Just that really ... DD starts uni this weekend but will be living at home because we are so close she wasn't a priority for university accommodation. Anyone else in the same situation ... any hints, tips, etc. to make this new arrangement work for everyone?
DD started 2 weeks ago but is home at weekends. She has 2 girls on her course that live at home. They have friends and are included in the social life. The big thing seems to be that the 2 girls both have cars and so can come and go as they please. It makes them popular with the others as well, none of whom seem to have cars.
Yes, my DD has first day today and she is commuting as we live quite close and she went through clearing so all accommodation gone by that time. I think it's quite hard as when her session ends today she will make her way to the station on her own and all the others will be heading back to their halls to get on with the fun and games. I don't think she minds being at home at all and she's not a party animal but in these early days it's quite hard to make friends as quickly as all the others will, and I think she's beginning to feel a bit "left out". I've reassured her that it's early days and once freshers is over, and the work starts, it will all fall into place (fingers crossed).

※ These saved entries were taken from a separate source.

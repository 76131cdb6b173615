import { DEFAULT_BASE_PERIOD, DEFAULT_EVENT_SOURCE, type FigureKind } from '@upwell/common';

/** A recipe being edited in the form: the recipe's shape, with fields not yet valid. */
export type RecipeDraft = Record<string, unknown> & { kind: FigureKind };

const emptyBinding = () => ({ seriesId: '', version: 'latest' as const });
const anomaly = () => ({ base: { ...DEFAULT_BASE_PERIOD }, method: 'monthly-mean', standardize: false, detrend: false, smooth: 1 });
const events = () => ({ ...DEFAULT_EVENT_SOURCE });

/** A new recipe of the kind with every default written out, so the form shows what will be used. */
export function defaultRecipe(kind: FigureKind): RecipeDraft {
  switch (kind) {
    case 'timeseries':
      return { kind, series: emptyBinding(), show: 'anomaly', anomaly: anomaly(), events: events() };
    case 'seasonal-cycle':
      return { kind, series: emptyBinding(), base: { ...DEFAULT_BASE_PERIOD } };
    case 'lag-correlation':
      return { kind, index: emptyBinding(), series: emptyBinding(), anomaly: anomaly(), maxLag: 24, method: 'pearson', alpha: 0.05 };
    case 'composite':
      return { kind, index: emptyBinding(), series: emptyBinding(), anomaly: anomaly(), events: events(), phase: 'warm', before: 12, after: 24, confidence: 0.95 };
    case 'event-table':
      return { kind, index: emptyBinding(), carbon: [], anomaly: anomaly(), events: events() };
    case 'budget':
      return { kind, tendency: emptyBinding(), terms: [{ name: 'advection', series: emptyBinding() }] };
    case 'hovmoller':
      return { kind, zonalFieldId: '', show: 'anomaly', base: { ...DEFAULT_BASE_PERIOD } };
    case 'scatter':
      return { kind, index: emptyBinding(), series: emptyBinding(), anomaly: anomaly(), lag: 0 };
  }
}

/** A draft for an existing recipe: its values over the kind's defaults (older recipes may lack fields). */
export function draftFromRecipe(recipe: Record<string, unknown> | null): RecipeDraft {
  const kind = (recipe?.kind as FigureKind) ?? 'timeseries';
  const base = defaultRecipe(kind);
  if (!recipe || !(kind in KIND_SET)) return base;
  const out: RecipeDraft = { ...base, ...recipe, kind };
  if (base.anomaly && recipe.anomaly) out.anomaly = { ...(base.anomaly as object), ...(recipe.anomaly as object) };
  return out;
}

/** Switches kind, keeping what carries over (bound series, index, anomaly options, event rule). */
export function changeKind(draft: RecipeDraft, kind: FigureKind): RecipeDraft {
  const next = defaultRecipe(kind);
  for (const key of ['series', 'index', 'anomaly', 'events', 'base', 'show'] as const) {
    if (key in next && draft[key] !== undefined) next[key] = draft[key];
  }
  // A seasonal cycle or Hovmöller base period comes from the anomaly's, and back.
  if ('base' in next && !('base' in draft) && draft.anomaly) next.base = (draft.anomaly as { base: unknown }).base;
  if (kind === 'budget' && (draft.series as { seriesId?: string })?.seriesId) next.tendency = draft.series;
  return next;
}

const KIND_SET: Record<FigureKind, true> = {
  timeseries: true,
  'seasonal-cycle': true,
  'lag-correlation': true,
  composite: true,
  'event-table': true,
  budget: true,
  hovmoller: true,
  scatter: true,
};

/** The value at a path of a draft. */
export function getAt(draft: unknown, path: (string | number)[]): unknown {
  let v: unknown = draft;
  for (const k of path) v = v && typeof v === 'object' ? (v as Record<string | number, unknown>)[k] : undefined;
  return v;
}

/** A copy of the draft with the value at the path replaced (undefined removes the key). */
export function setAt<T>(draft: T, path: (string | number)[], value: unknown): T {
  if (path.length === 0) return value as T;
  const [k, ...rest] = path;
  const src = (draft ?? (typeof k === 'number' ? [] : {})) as Record<string | number, unknown>;
  const copy = (Array.isArray(src) ? [...src] : { ...src }) as Record<string | number, unknown>;
  const next = setAt(src[k], rest, value);
  if (next === undefined && !Array.isArray(copy)) delete copy[k];
  else copy[k] = next;
  return copy as T;
}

IT would be totally down to choice if a student was in their room, in a hall, on their own. It would not be the norm.
I think any student that has been forced to live at home, but did not want to, really does have to work extra hard to make friends. Very many options are closed off by not being in halls and it will be important to make friends and go for coffees etc with students on the course. Don't turn down any invitations. However, do not forget that nearly all those students will have new friends waiting for them back at hall where they will be preparing supper or going out together. Being friendly is therefore quite important to get into a group, and a willingness to stay behind sometimes rather than go home.
Also, why not try and move into a shared house/flat in the second year? There would not, presumably, be anything to stop this?
I know two DC who have lived at home and commuted to Uni and seem to have enjoyed it. They are both quite sociable and the type to join clubs etc so I'm sure that helped them make friends. The are both car owners and both live about 10 miles from the uni so it's not a big deal if they want to go out with friends in the evening. I know one of them sometimes used to stay with friends on campus in the first year.
My DC all live away and have enjoyed it but I think it's perfectly possible to have a full uni experience and live at home.
Last year my youngest was in a flat of five and despite her best efforts she couldn't get them to socialise at all. Luckily she had friends elsewhere that she met through her course and through clubs but several of her flat mates fell into the 'hiding in their room' category.